Seit 9 Jahren gibt es auf Celebboard alljährlich die Wahl von "Deutschlands-Soap-Girl". 

Es treten zunächst in zwei Vorentscheidungsgruppen je ca. 20 Darstellerinnen aus verschiedenen deutschen Soaps gegeneinander an. Die besten acht aus beiden Gruppen, also insgesamt 16 Darstellerinnen bestreiten dann das Finale. 
Gegen Jahresende steht dann das jeweilige Soap-Girl des Jahres fest.

Seit einigen Jahren sinkt die Zahl der User, die an der Abstimmung teilnehmen, stetig. 

Deshalb hier die Frage:
Soll es auch 2017 wieder die Umfrage "Wer wird Deutschlands-Soap-Girl 2017 geben?"


----------



## Rammsteiner (22 Nov. 2016)

Ich habe mit ja gestimmt und würde auch mit voten !


----------



## hoshi21 (22 Nov. 2016)

ich bin auch dabei. die soap girls geben doch immer gutes material ab.


----------



## tvgirlslover (22 Nov. 2016)

Bin auf jeden Fall auch wieder dabei :thumbup:


----------



## Max100 (22 Nov. 2016)

Klar doch, hab immer mitgemacht! :thumbup:


----------



## StefanKa (22 Nov. 2016)

Danke, dass Einige bisher ihre Meinung kund getan haben.

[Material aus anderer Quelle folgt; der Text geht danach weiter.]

impl CatalogueIndex {
    /// Open an index to read.
    pub fn open(path: &Path) -> Result<Self, StoreError> {
        let conn = Connection::open_with_flags(
            path,
            OpenFlags::SQLITE_OPEN_READ_ONLY | OpenFlags::SQLITE_OPEN_NO_MUTEX,
        )
        .map_err(|source: rusqlite::Error| StoreError::Database {
            store: path.to_path_buf().display().to_string(),
            source: source.into(),
        })?;
        Ok(CatalogueIndex {
            conn,
            path: path.to_path_buf(),
        })
    }

    fn err(&self) -> impl Fn(rusqlite::Error) -> StoreError + '_ {
        |source: rusqlite::Error| StoreError::Database {
            store: self.path.clone().display().to_string(),
            source: source.into(),
        }
    }

    /// Whether the index was built from exactly these files and settings.
    pub fn is_current(&self, sources: &[SourceFile], settings: &str) -> bool {
        let get = |key: &str| -> Option<String> {
            self.conn
                .query_row("SELECT value FROM meta WHERE key = ?1", [key], |r| r.get(0))
                .ok()
        };
        let recorded: Option<Vec<SourceFile>> =
            get("sources").and_then(|s| serde_json::from_str(&s).ok());
        recorded.as_deref() == Some(sources)
            && get("settings").as_deref() == Some(settings)
            && get("format").as_deref() == Some(FORMAT)
    }

    pub fn count(&self) -> Result<u64, StoreError> {
        self.conn
            .query_row("SELECT count(*) FROM stars", [], |r| r.get::<_, i64>(0))
            .map(|n| n.max(0) as u64)
            .map_err(self.err())
    }

    /// Every star within `radius_deg` of (ra, dec) at its catalogue position, as the fit
    /// needs it: read from the R*Tree alone.
    pub fn cone_positions(
        &self,
        ra: f64,
        dec: f64,
        radius_deg: f64,
    ) -> Result<Vec<ConeStar>, StoreError> {
        if !(ra.is_finite() && dec.is_finite() && radius_deg.is_finite()) {
            return Ok(Vec::new());
        }
        let r = radius_deg.clamp(0.0, 180.0);
        let c = unit(ra, dec);
        let chord = 2.0 * (r.to_radians() / 2.0).sin() + 1e-6;
        let mut q = self
            .conn
            .prepare_cached(
                "SELECT id, ra, dec, pm_ra, pm_dec, epoch, mag FROM stars_xyz
                 WHERE x1 >= ?1 AND x0 <= ?2 AND y1 >= ?3 AND y0 <= ?4 AND z1 >= ?5 AND z0 <= ?6",
            )
            .map_err(self.err())?;
        let rows = q
            .query_map(
                params![
                    c[0] - chord,
                    c[0] + chord,
                    c[1] - chord,
                    c[1] + chord,
                    c[2] - chord,
                    c[2] + chord
                ],
                |row| {
                    Ok(ConeStar {
                        row: row.get(0)?,
                        ra_deg: row.get(1)?,
                        dec_deg: row.get(2)?,
                        pm_ra_mas_yr: row.get(3)?,
                        pm_dec_mas_yr: row.get(4)?,
                        epoch: row.get(5)?,
                        mag: row.get(6)?,
                    })
                },
            )
            .map_err(self.err())?;
        let mut out = Vec::new();
        for (n, s) in rows.enumerate() {
            if n >= MAX_CONE_STARS {
                return Err(StoreError::TooMany {
                    path: self.path.clone(),
                    limit: MAX_CONE_STARS,
                });
            }
            let s = s.map_err(self.err())?;
            if crate::astrometry::separation_deg((ra, dec), (s.ra_deg, s.dec_deg)) <= r {
                out.push(s);
            }
        }
        Ok(out)
    }

    /// The whole catalogue rows of these stars, in the order given.
    pub fn stars(&self, rows: &[i64]) -> Result<Vec<CatalogueStar>, StoreError> {
        let mut q = self
            .conn
            .prepare_cached(
                "SELECT name, ra, dec, pm_ra, pm_dec, epoch, mags FROM stars WHERE id = ?1",
            )
            .map_err(self.err())?;
        rows.iter()
            .map(|&id| {
                q.query_row([id], |row| {
                    let mags: String = row.get(6)?;
                    Ok(CatalogueStar {
                        id: row.get(0)?,
                        ra_deg: row.get(1)?,
                        dec_deg: row.get(2)?,
                        pm_ra_mas_yr: row.get(3)?,
                        pm_dec_mas_yr: row.get(4)?,
                        epoch: row.get(5)?,
                        mags: serde_json::from_str(&mags).unwrap_or_default(),
                    })
                })
                .map_err(self.err())
            })
            .collect()
    }

    /// Every star within `radius_deg` of (ra, dec) at its catalogue position, whole.
    pub fn cone(
        &self,
        ra: f64,
        dec: f64,
        radius_deg: f64,
    ) -> Result<Vec<CatalogueStar>, StoreError> {
        let rows: Vec<i64> = self
            .cone_positions(ra, dec, radius_deg)?
            .iter()
            .map(|s| s.row)
            .collect();
        self.stars(&rows)
    }
}
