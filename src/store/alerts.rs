//! Alerts raised (which also carry their rate limit across restarts) and the key-value
//! table of small facts (the daemon's heartbeat, what was already alerted or mailed).

use super::db::{values, DbError};
use super::{Store, StoreError};

impl Store {
    /// When an alert of `kind` last went out, and how many went out for `night`.
    pub fn alert_history(
        &self,
        night: &str,
        kind: &str,
    ) -> Result<(Option<f64>, usize), StoreError> {
        let read = || -> Result<(Option<f64>, i64), DbError> {
            let last = self
                .conn
                .query_one(
                    "SELECT MAX(created_unix) FROM alerts WHERE kind = ?1 AND rig = ?2",
                    values![kind, self.rig],
                )?
                .get(0)?;
            let count = self
                .conn
                .query_one(
                    "SELECT COUNT(*) FROM alerts WHERE night = ?1 AND rig = ?2",
                    values![night, self.rig],
                )?
                .get(0)?;
            Ok((last, count))
        };
        let (last, count) = read().map_err(|e| self.err(e))?;
        Ok((last, count as usize))
    }

    /// Whether this exact alert (night, kind, message) was raised already.
    pub fn alert_exists(&self, night: &str, kind: &str, message: &str) -> Result<bool, StoreError> {
        Ok(!self
            .rows(
                "SELECT 1 FROM alerts WHERE night = ?1 AND kind = ?2 AND message = ?3 AND rig = ?4",
                values![night, kind, message, self.rig],
            )?
            .is_empty())
    }

    pub fn add_alert(
        &self,
        night: &str,
        kind: &str,
        message: &str,
        now_unix: f64,
    ) -> Result<(), StoreError> {
        self.run(
            "INSERT INTO alerts (night, kind, created_unix, message, rig)
             VALUES (?1, ?2, ?3, ?4, ?5)",
            values![night, kind, now_unix, message, self.rig],
        )
    }

    /// The alerts raised for `night`, oldest first: (time, kind, message).
    pub fn night_alerts(&self, night: &str) -> Result<Vec<(f64, String, String)>, StoreError> {
        self.rows(
            "SELECT created_unix, kind, message FROM alerts
             WHERE night = ?1 AND (rig = ?2 OR ?2 IS NULL)
             ORDER BY created_unix, id",
            values![night, self.scope()],
        )?
        .iter()
        .map(|r| Ok((r.get(0)?, r.get(1)?, r.get(2)?)))
        .collect::<Result<_, DbError>>()
        .map_err(|e| self.err(e))
    }

    /// Keep a small fact of this rig's (a named rig's keys are its own in a shared store).
    pub fn set_meta(&self, key: &str, value: &str) -> Result<(), StoreError> {
        self.run(
            "INSERT INTO meta (key, value) VALUES (?1, ?2)
             ON CONFLICT (key) DO UPDATE SET value = excluded.value",
            values![self.meta_key(key), value],
        )
    }

    /// A small fact of this rig's.
    pub fn meta(&self, key: &str) -> Result<Option<String>, StoreError> {
        match self
            .rows(
                "SELECT value FROM meta WHERE key = ?1",
                values![self.meta_key(key)],
            )?
            .first()
        {
            Some(r) => r.get(0).map(Some).map_err(|e| self.err(e)),
            None => Ok(None),
        }
    }

    /// A small fact of another rig's (its daemon's heartbeat, for a site's page).
    pub fn rig_meta(&self, rig: &str, key: &str) -> Result<Option<String>, StoreError> {
        let key = if rig.is_empty() {
            key.to_string()
        } else {
            format!("rig {rig}: {key}")
        };
        match self
            .rows("SELECT value FROM meta WHERE key = ?1", values![key])?
            .first()
        {
            Some(r) => r.get(0).map(Some).map_err(|e| self.err(e)),
            None => Ok(None),
        }
    }

    /// The key this rig keeps `key` under: as given for an unnamed rig, "rig NAME: key"
    /// for a named one.
    fn meta_key(&self, key: &str) -> String {
        if self.rig.is_empty() {
            key.to_string()
        } else {
            format!("rig {}: {key}", self.rig)
        }
    }
}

Ich bin gespannt, ob es 2017 weitergehen soll/kann.

Gruß
Walt


----------



## Erlkönig (23 Nov. 2016)

Ja gerne. Glaubte zwar ich bin aus dem Soap-Alter raus aber denkste ...

Hätte auch schon 2 Vorschläge : Zimmermädchen Tina aus _Sturm der Liebe_ und Köchin Fanny aus _Dahoam is Dahoam_


----------



## Walt (23 Nov. 2016)

Danke! Wenn sie vom Alter her passen, werde ich beide in 2017 berücksichtigen!


----------



## Erlkönig (23 Nov. 2016)

Also Girl geht dann nur bis 30 ? 

Hm , dann fallen wohl sowohl Christin Balogh als auch Katrin Lux raus.

Hätte aber noch die Carina Dengler alias Kathi aus_ Dahoam is Dahoam_ , die ist erst 22 . 

Carina Dengler - Bildersuche


----------



## Walt (5 Dez. 2016)

Ich werde mal sehen, ich denke, älter als 33 sollten die "Girls" im Jahr 2017 nicht werden. Also maximal Jahrgang 1984. 

Im Jahr 2016 ist es momentan megaspannend, sowohl was Platz 1, als auch Platz 3 angeht, 2015 haben über 80 User abgestimmt. Da ist also noch Lust nach oben.

Wäre schön, wenn es ein "Abstimmungsendspurt" gibt.


----------